[Dataset items]
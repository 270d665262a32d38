"""Sentences and views of the pick renderer, made from Check data alone."""

from __future__ import annotations

from io import StringIO

import pytest
from rich.console import Console

from partpick.render.pick import check_sentence, margin_text
from partpick.screening.checks import Check, Outcome


def make(rule, stress, limit, rating, derating, status, unit="A", vin=None, missing=()):
    util = stress / rating if stress is not None and rating else None
    return Check(rule, stress, limit, rating, derating, util, vin, unit, status, missing)


@pytest.mark.parametrize(
    ("check", "count", "sentence"),
    [
        # issue 4's example: 2.68 A peak at 10.8 V, u = 0.8 → needs 2.68/0.8 = 3.35 A
        (
            make("saturation", 2.68, 0.8 * 3.22, 3.22, 0.8, "fail", vin=10.8),
            1,
            "saturation: needs Isat ≥ 3.35 A (2.68 A peak at 10.8 V in, 80 % use); part has 3.22 A",
        ),
        # 36.1 V on a 60 V part: 36.1/60 = 60 % use, limit 80 %
        (
            make("reverse-voltage", 36.1, 48.0, 60.0, 0.8, "pass", unit="V"),
            1,
            "reverse-voltage: VRRM 60 V vs 36.1 V reverse: 60 % use, limit 80 %",
        ),
        (
            make("inductance", 22e-6, 19.6e-6, None, None, "fail", unit="H"),
            1,
            "inductance: 22 µH nominal is above the design's maximum 19.6 µH",
        ),
        (
            make("inductance", 8e-6, 9.8e-6, None, None, "fail", unit="H"),
            1,
            "inductance: 8 µH at its tolerance, L·(1 − tol), is below the design's minimum 9.8 µH",
        ),
        (
            make("inductance", 12e-6, 9.8e-6, None, None, "pass", unit="H"),
            1,
            "inductance: 12 µH at its tolerance, L·(1 − tol), is at least the design's minimum "
            "9.8 µH",
        ),
        (
            make("ripple-voltage", 0.133, 0.12, 0.12, 1.0, "fail", unit="V"),
            4,
            "ripple-voltage: 133 mV peak-to-peak with 4 parts in parallel, exceeds the "
            "120 mV allowed",
        ),
        (
            make("recovery", 400e3, 20e3, 20e3, 1.0, "fail", unit="Hz"),
            1,
            "recovery: a standard-recovery rectifier is limited to 20 kHz; the design "
            "switches at 400 kHz",
        ),
        (
            make("saturation", 2.68, None, None, 0.8, "unverified", missing=("isat_a",)),
            1,
            "saturation: not checked, missing isat_a",
        ),
        (
            make("channel", None, None, None, None, "fail", unit=""),
            1,
            "channel: a p-channel part cannot be the low-side switch of a boost",
        ),
    ],
)
def test_check_sentence(check, count, sentence):
    assert check_sentence(check, count) == sentence


def test_thermal_sentence():
    # Tj 151.1 °C vs limit 150 °C (Tjmax 175 − 25); rise 91.1 of 90 °C allowed = 101 %
    check = Check("thermal", 151.1, 150.0, 175.0, None, 91.1 / 90.0, None, "degC", "fail")
    assert check_sentence(check) == (
        "thermal: estimated Tj 151 °C, above the 150 °C limit (Tjmax 175 °C; 101 % of the "
        "allowed rise)"
    )


def test_tightest_margin_skips_the_window():
    checks = (
        make("inductance", 10e-6, 9.8e-6, None, None, "pass", unit="H"),  # 98 % of a bound
        make("saturation", 3.0, 4.0, 5.0, 0.8, "pass"),  # 75 % of its limit
        make("rms", 2.0, 4.5, 5.0, 0.9, "pass"),  # 44 %
    )
    outcome = Outcome("QM-1", "Quillmark Magnetics", "inductor", "passed", 1, 0.1, 1.0, 1.0,
                      None, checks, (), ())  # fmt: skip
    assert margin_text(outcome) == "saturation 75 %"


def test_render_pick_on_a_fixed_console(tmp_path):
    from pathlib import Path

    from partpick.catalog.importer import import_catalog
    from partpick.design.spec import load_spec
    from partpick.render.pick import render_pick
    from partpick.screening.pick import pick
    from partpick.screening.profiles import load_profile

    data = Path(__file__).parent / "data" / "screening"
    db = str(tmp_path / "parts.db")
    import_catalog(db, [data / "inductors.csv"], "inductor")
    result = pick(db, load_spec(data / "spec.toml"), "inductor", profile=load_profile("standard"))
    out = StringIO()
    render_pick(result, Console(file=out, width=200, color_system=None))
    text = out.getvalue()
    # the policy is visible, with the figures the rules used
    assert "saturation_use 80 %" in text
    # B misses saturation: needs 3.5051/0.8 = 4.38 A at 6 V in; part has 4.3 A
    assert "needs Isat ≥ 4.38 A (3.51 A peak at 6 V in, 80 % use); part has 4.3 A" in text
    assert "3 passed, 1 unverified, 4 failed" in text


def test_a_near_miss_never_reads_as_if_the_part_were_enough():
    # 3.781 A at 90 % use needs 4.2011 A; with three digits both would print "4.2 A"
    from partpick.render.pick import check_sentence
    from partpick.screening.checks import Check

    check = Check("rms", 3.781, 3.78, 4.2, 0.9, 0.9002, 6.0, "A", "fail")
    assert "needs Irms ≥ 4.201 A" in check_sentence(check)
    assert "part has 4.2 A" in check_sentence(check)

■ EXERCISE DETAILS
Each record needs to be duplicated exactly as given.

■ RESULT FOR THIS TASK
repository 270d665262a32d38
"""Sentences and views of the pick renderer, made from Check data alone."""

from __future__ import annotations

from io import StringIO

import pytest
from rich.console import Console

from partpick.render.pick import check_sentence, margin_text
from partpick.screening.checks import Check, Outcome


def make(rule, stress, limit, rating, derating, status, unit="A", vin=None, missing=()):
    util = stress / rating if stress is not None and rating else None
    return Check(rule, stress, limit, rating, derating, util, vin, unit, status, missing)


@pytest.mark.parametrize(
    ("check", "count", "sentence"),
    [
        # issue 4's example: 2.68 A peak at 10.8 V, u = 0.8 → needs 2.68/0.8 = 3.35 A
        (
            make("saturation", 2.68, 0.8 * 3.22, 3.22, 0.8, "fail", vin=10.8),
            1,
            "saturation: needs Isat ≥ 3.35 A (2.68 A peak at 10.8 V in, 80 % use); part has 3.22 A",
        ),
        # 36.1 V on a 60 V part: 36.1/60 = 60 % use, limit 80 %
        (
            make("reverse-voltage", 36.1, 48.0, 60.0, 0.8, "pass", unit="V"),
            1,
            "reverse-voltage: VRRM 60 V vs 36.1 V reverse: 60 % use, limit 80 %",
        ),
        (
            make("inductance", 22e-6, 19.6e-6, None, None, "fail", unit="H"),
            1,
            "inductance: 22 µH nominal is above the design's maximum 19.6 µH",
        ),
        (
            make("inductance", 8e-6, 9.8e-6, None, None, "fail", unit="H"),
            1,
            "inductance: 8 µH at its tolerance, L·(1 − tol), is below the design's minimum 9.8 µH",
        ),
        (
            make("inductance", 12e-6, 9.8e-6, None, None, "pass", unit="H"),
            1,
            "inductance: 12 µH at its tolerance, L·(1 − tol), is at least the design's minimum "
            "9.8 µH",
        ),
        (
            make("ripple-voltage", 0.133, 0.12, 0.12, 1.0, "fail", unit="V"),
            4,
            "ripple-voltage: 133 mV peak-to-peak with 4 parts in parallel, exceeds the "
            "120 mV allowed",
        ),
        (
            make("recovery", 400e3, 20e3, 20e3, 1.0, "fail", unit="Hz"),
            1,
            "recovery: a standard-recovery rectifier is limited to 20 kHz; the design "
            "switches at 400 kHz",
        ),
        (
            make("saturation", 2.68, None, None, 0.8, "unverified", missing=("isat_a",)),
            1,
            "saturation: not checked, missing isat_a",
        ),
        (
            make("channel", None, None, None, None, "fail", unit=""),
            1,
            "channel: a p-channel part cannot be the low-side switch of a boost",
        ),
    ],
)
def test_check_sentence(check, count, sentence):
    assert check_sentence(check, count) == sentence


def test_thermal_sentence():
    # Tj 151.1 °C vs limit 150 °C (Tjmax 175 − 25); rise 91.1 of 90 °C allowed = 101 %
    check = Check("thermal", 151.1, 150.0, 175.0, None, 91.1 / 90.0, None, "degC", "fail")
    assert check_sentence(check) == (
        "thermal: estimated Tj 151 °C, above the 150 °C limit (Tjmax 175 °C; 101 % of the "
        "allowed rise)"
    )


def test_tightest_margin_skips_the_window():
    checks = (
        make("inductance", 10e-6, 9.8e-6, None, None, "pass", unit="H"),  # 98 % of a bound
        make("saturation", 3.0, 4.0, 5.0, 0.8, "pass"),  # 75 % of its limit
        make("rms", 2.0, 4.5, 5.0, 0.9, "pass"),  # 44 %
    )
    outcome = Outcome("QM-1", "Quillmark Magnetics", "inductor", "passed", 1, 0.1, 1.0, 1.0,
                      None, checks, (), ())  # fmt: skip
    assert margin_text(outcome) == "saturation 75 %"


def test_render_pick_on_a_fixed_console(tmp_path):
    from pathlib import Path

    from partpick.catalog.importer import import_catalog
    from partpick.design.spec import load_spec
    from partpick.render.pick import render_pick
    from partpick.screening.pick import pick
    from partpick.screening.profiles import load_profile

    data = Path(__file__).parent / "data" / "screening"
    db = str(tmp_path / "parts.db")
    import_catalog(db, [data / "inductors.csv"], "inductor")
    result = pick(db, load_spec(data / "spec.toml"), "inductor", profile=load_profile("standard"))
    out = StringIO()
    render_pick(result, Console(file=out, width=200, color_system=None))
    text = out.getvalue()
    # the policy is visible, with the figures the rules used
    assert "saturation_use 80 %" in text
    # B misses saturation: needs 3.5051/0.8 = 4.38 A at 6 V in; part has 4.3 A
    assert "needs Isat ≥ 4.38 A (3.51 A peak at 6 V in, 80 % use); part has 4.3 A" in text
    assert "3 passed, 1 unverified, 4 failed" in text


def test_a_near_miss_never_reads_as_if_the_part_were_enough():
    # 3.781 A at 90 % use needs 4.2011 A; with three digits both would print "4.2 A"
    from partpick.render.pick import check_sentence
    from partpick.screening.checks import Check

    check = Check("rms", 3.781, 3.78, 4.2, 0.9, 0.9002, 6.0, "A", "fail")
    assert "needs Irms ≥ 4.201 A" in check_sentence(check)
    assert "part has 4.2 A" in check_sentence(check)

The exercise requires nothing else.